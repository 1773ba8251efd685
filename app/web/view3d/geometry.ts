/**
 * Pure helpers of the 3D view (no three.js): world coordinates of particles, the slab filter, residual
 * arrows as line segments, and screen-space picking. World space: the box scaled so that its longest
 * side is 1, home cell [0, Lx/ℓ) × [0, Ly/ℓ) × [0, Lz/ℓ).
 */
import type { Box } from '../../../engine/box';
import { wrapCoordinate } from '../../../engine/box';

/** Longest box side ℓ (world unit). */
export function worldUnit(box: Box): number {
  return Math.max(box.lx, box.ly, box.lz);
}

/** World positions (Float32, xyz) of `rows` (all particles when null), wrapped into the box. */
export function worldPositions(positions: Float64Array, box: Box, rows: Int32Array | null, order?: Uint32Array): Float32Array {
  const n = rows ? rows.length : positions.length / 3;
  const out = new Float32Array(3 * n);
  worldPositionsInto(out, positions, box, rows, order, 0, n);
  return out;
}

/** Fills draw slots [begin, end) of `out` as worldPositions does (for building large clouds in pieces). */
export function worldPositionsInto(out: Float32Array, positions: Float64Array, box: Box, rows: Int32Array | null, order: Uint32Array | undefined, begin: number, end: number): void {
  const l = worldUnit(box);
  const L = [box.lx, box.ly, box.lz];
  for (let s = begin; s < end; s++) {
    const k = order ? order[s] : s;
    const i = rows ? rows[k] : k;
    for (let d = 0; d < 3; d++) {
      const x = positions[3 * i + d];
      out[3 * s + d] = (x >= 0 && x < L[d] ? x : wrapCoordinate(x, L[d])) / l;
    }
  }
}

/** A seeded permutation of 0..n−1 (drawing order; lets a prefix stand for all while the view moves). */
export function drawOrder(n: number, seed = 12345): Uint32Array {
  const p = new Uint32Array(n);
  for (let i = 0; i < n; i++) p[i] = i;
  let s = seed >>> 0;
  for (let i = n - 1; i > 0; i--) {
    s = (Math.imul(s, 1664525) + 1013904223) >>> 0;
    const j = s % (i + 1);
    const t = p[i];
    p[i] = p[j];
    p[j] = t;
  }
  return p;
}

/** A seeded random choice of `m` of the rows 0..n−1, made in steps (see shuffleStart, shuffleSteps). */
export interface Shuffle {
  /** After the last step, p[0..m) are the chosen rows in random order (p is a permutation throughout). */
  readonly p: Uint32Array;
  readonly m: number;
  /** Rows chosen so far, and the generator's state. */
  i: number;
  s: number;
}

/** Starts a partial shuffle choosing m ≤ n rows (a prefix of the draw order, made in steps across tasks). */
export function shuffleStart(n: number, m: number, seed = 12345): Shuffle {
  const p = new Uint32Array(n);
  for (let i = 0; i < n; i++) p[i] = i;
  return { p, m: Math.max(0, Math.min(n, m)), i: 0, s: seed >>> 0 };
}

/** Chooses up to `steps` more rows (front-to-back Fisher–Yates); true when all m are chosen. */
export function shuffleSteps(sh: Shuffle, steps: number): boolean {
  const { p, m } = sh;
  const n = p.length;
  const end = Math.min(m, sh.i + steps);
  let s = sh.s;
  for (let i = sh.i; i < end; i++) {
    s = (Math.imul(s, 1664525) + 1013904223) >>> 0;
    const j = i + (s % (n - i));
    const t = p[i];
    p[i] = p[j];
    p[j] = t;
  }
  sh.i = end;
  sh.s = s;
  return end >= m;
}

export interface Slab {
  /** 0, 1, 2 for x, y, z; −1 for no slab. */
  readonly axis: number;
  /** World-space bounds along the axis (periodic: min may exceed max when the slab wraps). */
  readonly min: number;
  readonly max: number;
  /** World-space side along the axis (for wrapping). */
  readonly side: number;
}

export const NO_SLAB: Slab = { axis: -1, min: 0, max: 0, side: 1 };

/** The slab of fractional centre and thickness along an axis ('none' gives NO_SLAB). */
export function slabMake(axis: 'none' | 'x' | 'y' | 'z', center: number, thickness: number, box: Box): Slab {
  if (axis === 'none' || !(thickness > 0) || thickness >= 1 || !Number.isFinite(center)) return NO_SLAB;
  const a = 'xyz'.indexOf(axis);
  const side = [box.lx, box.ly, box.lz][a] / worldUnit(box);
  const c = center - Math.floor(center);
  let min = (c - thickness / 2) * side, max = (c + thickness / 2) * side;
  if (min < 0) min += side;
  if (max > side) max -= side;
  return { axis: a, min, max, side };
}

/** Whether a world coordinate along the slab axis lies in the slab. */
export function slabContains(s: Slab, v: number): boolean {
  if (s.axis < 0) return true;
  return s.min <= s.max ? v >= s.min && v <= s.max : v >= s.min || v <= s.max;
}

export interface ArrowOptions {
  /** Longest arrow in world units (before the user's scale). */
  readonly maxLength: number;
  /** Length ∝ log(1 + |r|/r_min) instead of |r|. */
  readonly log: boolean;
}

/**
 * Line segments (Float32, 6 numbers per segment, 3 segments per arrow: shaft and two head strokes) for
 * residual vectors `res` (3 per target) at world positions `world` (3 per target), for the targets
 * listed in `which`. Lengths scale with |r| (or log) so the longest is maxLength.
 */
export function arrowSegments(world: Float32Array, res: Float64Array, which: ArrayLike<number>, o: ArrowOptions): Float32Array {
  const m = which.length;
  const out = new Float32Array(m * 18);
  let rMax = 0, rMin = Infinity;
  for (let k = 0; k < m; k++) {
    const t = which[k];
    const r = Math.hypot(res[3 * t], res[3 * t + 1], res[3 * t + 2]);
    if (r > rMax) rMax = r;
    if (r > 0 && r < rMin) rMin = r;
  }
  if (!(rMax > 0)) return new Float32Array(0);
  const floor = Math.max(rMin, rMax * 1e-6);
  const lengthOf = (r: number) => (o.log ? (Math.log1p(r / floor) / Math.log1p(rMax / floor)) * o.maxLength : (r / rMax) * o.maxLength);
  let w = 0;
  for (let k = 0; k < m; k++) {
    const t = which[k];
    const rx = res[3 * t], ry = res[3 * t + 1], rz = res[3 * t + 2];
    const r = Math.hypot(rx, ry, rz);
    if (!(r > 0) || !Number.isFinite(r)) continue;
    const len = lengthOf(r);
    const ux = rx / r, uy = ry / r, uz = rz / r;
    const x0 = world[3 * t], y0 = world[3 * t + 1], z0 = world[3 * t + 2];
    const x1 = x0 + ux * len, y1 = y0 + uy * len, z1 = z0 + uz * len;
    // a unit vector across the shaft: u × (the axis least aligned with u)
    const ax = Math.abs(ux) < 0.6 ? [1, 0, 0] : Math.abs(uy) < 0.6 ? [0, 1, 0] : [0, 0, 1];
    let px = uy * ax[2] - uz * ax[1], py = uz * ax[0] - ux * ax[2], pz = ux * ax[1] - uy * ax[0];
    const pn = Math.hypot(px, py, pz);
    px /= pn; py /= pn; pz /= pn;
    const h = 0.28 * len;
    const bx = x1 - ux * h, by = y1 - uy * h, bz = z1 - uz * h;
    const seg = [x0, y0, z0, x1, y1, z1, x1, y1, z1, bx + px * h * 0.45, by + py * h * 0.45, bz + pz * h * 0.45, x1, y1, z1, bx - px * h * 0.45, by - py * h * 0.45, bz - pz * h * 0.45];
    out.set(seg, w);
    w += 18;
  }
  return out.subarray(0, w);
}

/**
 * The point nearest to the pixel (px, py) within `radius` pixels, among world points projected by the
 * column-major 4×4 matrix `viewProjection` onto a canvas of width × height; −1 when none. Points behind
 * the camera or rejected by `visible` are skipped; among points within the radius the nearest to the
 * camera wins ties of screen distance.
 */
export function pickNearest(
  world: Float32Array,
  viewProjection: ArrayLike<number>,
  width: number,
  height: number,
  px: number,
  py: number,
  radius: number,
  visible: (slot: number) => boolean = () => true,
): number {
  const m = viewProjection;
  let best = -1, bestD2 = radius * radius, bestDepth = Infinity;
  const n = world.length / 3;
  for (let s = 0; s < n; s++) {
    const x = world[3 * s], y = world[3 * s + 1], z = world[3 * s + 2];
    const w = m[3] * x + m[7] * y + m[11] * z + m[15];
    if (w <= 0) continue;
    const sx = ((m[0] * x + m[4] * y + m[8] * z + m[12]) / w + 1) * 0.5 * width;
    const sy = (1 - (m[1] * x + m[5] * y + m[9] * z + m[13]) / w) * 0.5 * height;
    const dx = sx - px, dy = sy - py;
    const d2 = dx * dx + dy * dy;
    if (d2 > bestD2 + 1e-9 || (Math.abs(d2 - bestD2) <= 1e-9 && w >= bestDepth)) continue;
    if (!visible(s)) continue;
    best = s;
    bestD2 = d2;
    bestDepth = w;
  }
  return best;
}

> [PROMPT] Nothing but a number is expected here: how many lines above include the string "camera".

> [TASK ANSWER] 2